Александр Шмаков - Петербургский изгнанник. Книга первая
Дохтурова, стоявшая за дверью, нервничала. Она ждала и хотела, чтобы об этом говорил Радищев, а не Сумароков. Но ничего, достаточно, что он высказался о торговле людьми. Обидчик будет наказан по заслугам.
Радищев молчал. В каждой главе его книги описаны человеческие страдания. Парадеев только шагнул дальше, был смелее других. Из числа отобранных казаков, он был выписан на «экстренный случай» и назначен для «охраны города Челябы». Казак не пошёл против мужиков.
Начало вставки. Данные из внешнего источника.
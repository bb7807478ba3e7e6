import { figure, toolWords } from './finding-data';
import { defineRule } from './rule';

/** A change that a person has to make. */
export const toolByHand = defineRule({
  id: 'tool-by-hand',
  group: 'tools',
  title: 'The tool is fitted by hand',
  severity: 'hold',
  unattended: 'stop',
  hold: 'look',
  protects: 'An unattended run from waiting, or from carrying on with the tool before.',
  explanation:
    'The loading says that this tool is fitted by hand when it is called, or the machine changes no tool by itself. A tool that stands in a pocket as well is fetched from there.',
  examples: {
    setup: { loading: { pockets: [{ pocket: 1, tool: 1 }], byHand: [2] } },
    bad: 'G21 G90 G54\nT2 M6\nM30',
    good: 'G21 G90 G54\nT1 M6\nM30',
  },
  word: (data) => ({
    message: `${toolWords(data)} has to be fitted by hand at this change.`,
    advice: `Have a person there to fit T${figure(data, 'tool')} and to see that its holder is seated, or put it into the rack.`,
  }),
  observe: (shop, report) => {
    const isManual = shop.setup.controller.toolChange === 'manual';
    return {
      toolChanging({ tool, from, place }, state) {
        if (!tool || from.number === tool.number) return;
        const isLoaded = shop.pocketsOfTool.has(tool.number);
        if (!isManual && (isLoaded || !shop.fittedByHand.has(tool.number))) return;
        const data = { tool: tool.number, name: tool.name };
        report.found({ cause: `T${tool.number}`, at: place, tool: tool.number, data }, state);
      },
    };
  },
});
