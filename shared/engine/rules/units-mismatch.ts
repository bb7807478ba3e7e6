import type { Place } from '../interpreter/events';
import type { Shop } from '../shop/shop';
import { figure, text, toolWords } from './finding-data';
import { isProgramMotion } from './mode-not-stated';
import { defineRule } from './rule';
import { watchToolComments, type PlacedToolComment } from './watch-tool-comments';

/** Stated units under which the figures make no sense, though they do in the other. */
export const unitsMismatch = defineRule({
  id: 'units-mismatch',
  group: 'state',
  title: 'The figures only make sense in the other unit',
  severity: 'stop',
  protects: 'The machine from moves 25.4 times too long or too short.',
  explanation:
    'Two signs, each of which has to be plain. The program spans more than this machine can travel as read, and would fit in millimetres where inches are stated. Or the tool list in its head gives, without a unit of its own, a diameter that is another tool altogether in the stated unit and exactly the tool of our list in the other. A small job on a large sheet is no sign.',
  examples: {
    bad: 'G20 G90 G54\nG0 X0 Y0\nG0 X1200 Y600\nM30',
    good: 'G21 G90 G54\nG0 X0 Y0\nG0 X1200 Y600\nM30',
  },
  word: (data, lengths) =>
    text(data, 'reason') === 'comment'
      ? {
          message: `The comment gives ${toolWords(data)} a diameter of ${figure(data, 'written')}, which fits the tool list (${lengths.length(figure(data, 'listed'))}) only if the program is in ${otherWords(text(data, 'units'))}; it says ${unitWords(text(data, 'units'))}.`,
          advice: 'Find out in which unit the program was posted, and state that one.',
        }
      : {
          message: `Read in ${unitWords(text(data, 'units'))} the program spans ${lengths.length(figure(data, 'span'))} in ${text(data, 'axis').toUpperCase()}, more than the machine’s travel of ${lengths.length(figure(data, 'travel'))}; read in ${otherWords(text(data, 'units'))} it fits.`,
          advice: 'Find out in which unit the program was posted, and state that one.',
        },
  observe: (shop, report) => {
    const spans = [emptySpan(), emptySpan()];
    let unitsAt: Place | undefined;
    const comments = watchToolComments((comment, state) => {
      const sign = commentSign(shop, comment);
      if (!sign) return;
      const { tool } = sign;
      report.found({ cause: `T${tool}`, at: comment.place, tool, data: sign }, state);
    });
    return {
      ...comments,
      quiet(quiet, state) {
        comments.quiet?.(quiet, state);
        if (!unitsAt) quiet.close();
      },
      stretch({ minX, maxX, minY, maxY }) {
        widen(spans[0]!, minX, maxX);
        widen(spans[1]!, minY, maxY);
      },
      motion(motion, state) {
        comments.motion?.(motion, state);
        if (!isProgramMotion(motion)) return;
        unitsAt ??= state.setAt('units') ?? { line: state.line };
        const isArc = motion.kind === 'arc';
        widen(spans[0]!, isArc ? motion.minX : motion.toX, isArc ? motion.maxX : motion.toX);
        widen(spans[1]!, isArc ? motion.minY : motion.toY, isArc ? motion.maxY : motion.toY);
      },
      programEnd(event, state) {
        comments.programEnd?.(event, state);
        const sign = spanSign(shop, spans, state.units);
        if (sign && unitsAt) report.found({ cause: 'span', at: unitsAt, data: sign }, state);
      },
    };
  },
});

interface Span {
  low: number;
  high: number;
}
const emptySpan = (): Span => ({ low: Infinity, high: -Infinity });

function widen(span: Span, low: number, high: number): void {
  if (low < span.low) span.low = low;
  if (high > span.high) span.high = high;
}

const MM_PER_INCH = 25.4;

/** Only the error that shows: a program in millimetres that is read in inches. */
function spanSign(shop: Shop, spans: readonly Span[], units: string) {
  if (units !== 'inch') return undefined;
  const { travel } = shop.setup.machine;
  const limits = [travel.x[1] - travel.x[0], travel.y[1] - travel.y[0]];
  const sizes = spans.map((span) => span.high - span.low);
  const fits = sizes.every((size, index) => size / MM_PER_INCH <= limits[index]!);
  const over = sizes.findIndex((size, index) => size > TWICE * limits[index]!);
  if (over < 0 || !fits) return undefined;
  const axis = over === 0 ? 'x' : 'y';
  return { reason: 'span', units, axis, span: sizes[over]!, travel: limits[over]! };
}
/** A program for a slightly larger machine also spans too much; one in the wrong unit does so by far. */
const TWICE = 2;

function commentSign(shop: Shop, comment: PlacedToolComment) {
  const { diameter, unit, programUnit } = comment;
  const tool = shop.toolByNumber.get(comment.about);
  if (diameter === undefined || unit !== undefined || !programUnit || !tool) return undefined;
  const isInch = programUnit === 'inch';
  const stated = isInch ? diameter * MM_PER_INCH : diameter;
  const other = isInch ? diameter : diameter * MM_PER_INCH;
  const isFar = stated > FAR * tool.diameter || stated * FAR < tool.diameter;
  if (!isFar || Math.abs(other - tool.diameter) > SAME_DIAMETER) return undefined;
  return {
    reason: 'comment',
    units: programUnit,
    tool: tool.number,
    name: tool.name,
    written: diameter,
    listed: tool.diameter,
  };
}
/** Diameters agree within this (mm): the same as where a comment disagrees. */
const SAME_DIAMETER = 0.05;
/** Ten times off is the wrong unit, not the wrong cutter. */
const FAR = 10;

function unitWords(units: string): string {
  return units === 'inch' ? 'inches' : 'millimetres';
}
function otherWords(units: string): string {
  return units === 'inch' ? 'millimetres' : 'inches';
}
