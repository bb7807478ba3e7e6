import { test } from 'vitest';
import { changedTools } from '../testing/test-shop';
import { checkRule } from '../testing/check-rule';
import { cutSpindleOff } from './cut-spindle-off';

const START = 'G21 G90 G17 G54\nT1 M6\nG43 H1\nG0 X50 Y50 Z5';

test('flags a plunge and the cut after it as one', () => {
  checkRule(
    cutSpindleOff,
    {},
    `
${START}
G1 Z-3 F800
   ^^^ cut-spindle-off (stop): T1 (10 mm end mill) cuts with the spindle off, 3 mm (0.118 in) under the top of the stock.
G1 X100
M30
`,
  );
});

test('flags the cut after a change that stopped the spindle, and an arc', () => {
  checkRule(
    cutSpindleOff,
    {},
    `
G21 G90 G17 G54
T1 M6
S18000 M3
G43 H1
G0 X50 Y50 Z5
G1 Z-3 F800
G0 Z5
T2 M6
G43 H2
G0 X50 Y50 Z5
G1 Z0 F800
G3 X70 Y70 Z-2 I0 J20
   ^^^^^^^^^^^ cut-spindle-off (stop)
M30
`,
  );
});

test('flags a drilling cycle', () => {
  checkRule(
    cutSpindleOff,
    {},
    `
${START}
G81 X60 Y60 Z-5 R2 F300
^^^^^^^^^^^^^^^^^^^^^^^ cut-spindle-off (stop)
G80
M30
`.replace('^^^^^^^^^^^^^^^^^^^^^^^ cut', '            ^^^ cut'),
  );
});

test('allows feed moves in air, beside the stock, probing and tools that never turn', () => {
  checkRule(
    cutSpindleOff,
    {},
    `
${START}
G1 Z1 F2000
G1 X100 Y100
G0 X-20 Y-20
G1 Z-5 F800
G1 Y500
G0 Z5
G0 X50 Y50
G38.2 Z-1 F100
G0 Z5
M30
`,
  );
  checkRule(
    cutSpindleOff,
    { tools: changedTools({ 1: { kind: 'knife', turns: 'never' } }) },
    `\n${START}\nG1 Z-3 F800\nG1 X100\nM30\n`,
  );
});

test('with nothing known of the stock takes a feed move sideways for a cut', () => {
  checkRule(
    cutSpindleOff,
    { job: { stock: undefined, zeroOn: 'board' } },
    `
${START}
G1 Z2 F800
G1 X100
   ^^^^ cut-spindle-off (stop): T1 (10 mm end mill) cuts with the spindle off.
M30
`,
  );
});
С командой он присягнул мужицкому царю. Парадеева в числе крестьян, именовавшихся «сибирскими преступниками», поймали и, как главаря, публично повесили в Тобольске. Соучастникам вырвали ноздри, заклеймили лбы и направили на каторгу.
Радищеву погибший казак представлялся в образе Пугачёва, с такой же чёрной бородой, с необузданной силой восставшей души. Сколько таких Парадеевых поднималось на Руси, жизнь которых обрывала царская петля? Александру Николаевичу и раньше было жаль этих вожаков свободолюбия из народа, но сейчас Пётр Парадеев возбудил в нём чувство симпатии и жалости с новой силой. Он сам предстал судилищу власти. Только сейчас, когда свершилась кара, борьба одиночки с миром сильных представилась ему бесплодной. Радищев вспомнил предупреждение Воронцова. Но он остался верен себе и не сложил поднятого оружия.
— Праведное дело в народе не умирает, — выслушав историю о Петре Парадееве, страстно сказал Радищев. Может быть, ему и не следовало говорить об этом. В словах выражались его сокровенные думы и убеждения.. Дохтурова насторожилась. Лафинов, всё время следивший за Радищевым, угадал движение его мысли. Стремясь подчеркнуть это, он выразительно прочитал:
Исчезни навсегда сей пагубный устав,
Который заключён в одной монаршей воле;
Льзя ли ждать блаженства там, где гордость на престоле,
Где властью одного все скованы сердца?
В монархе не всегда находим мы отца…
У Радищева радостно сверкнули глаза. Строфа Николева была созвучна его настроению. Он думал об этом. Он знал Николева — воспитанника и дальнего родственника княгини Дашковой. Поэт рано ослеп и, несмотря на свой недуг, оставался человеком настойчивым, трудолюбивым и волевым. Александр Николаевич обвёл взглядом собеседников: блеск радости сиял в глазах Лафинова и Сумарокова. Был возбуждён Бахтин. Разгорячённость беседой следовало охладить.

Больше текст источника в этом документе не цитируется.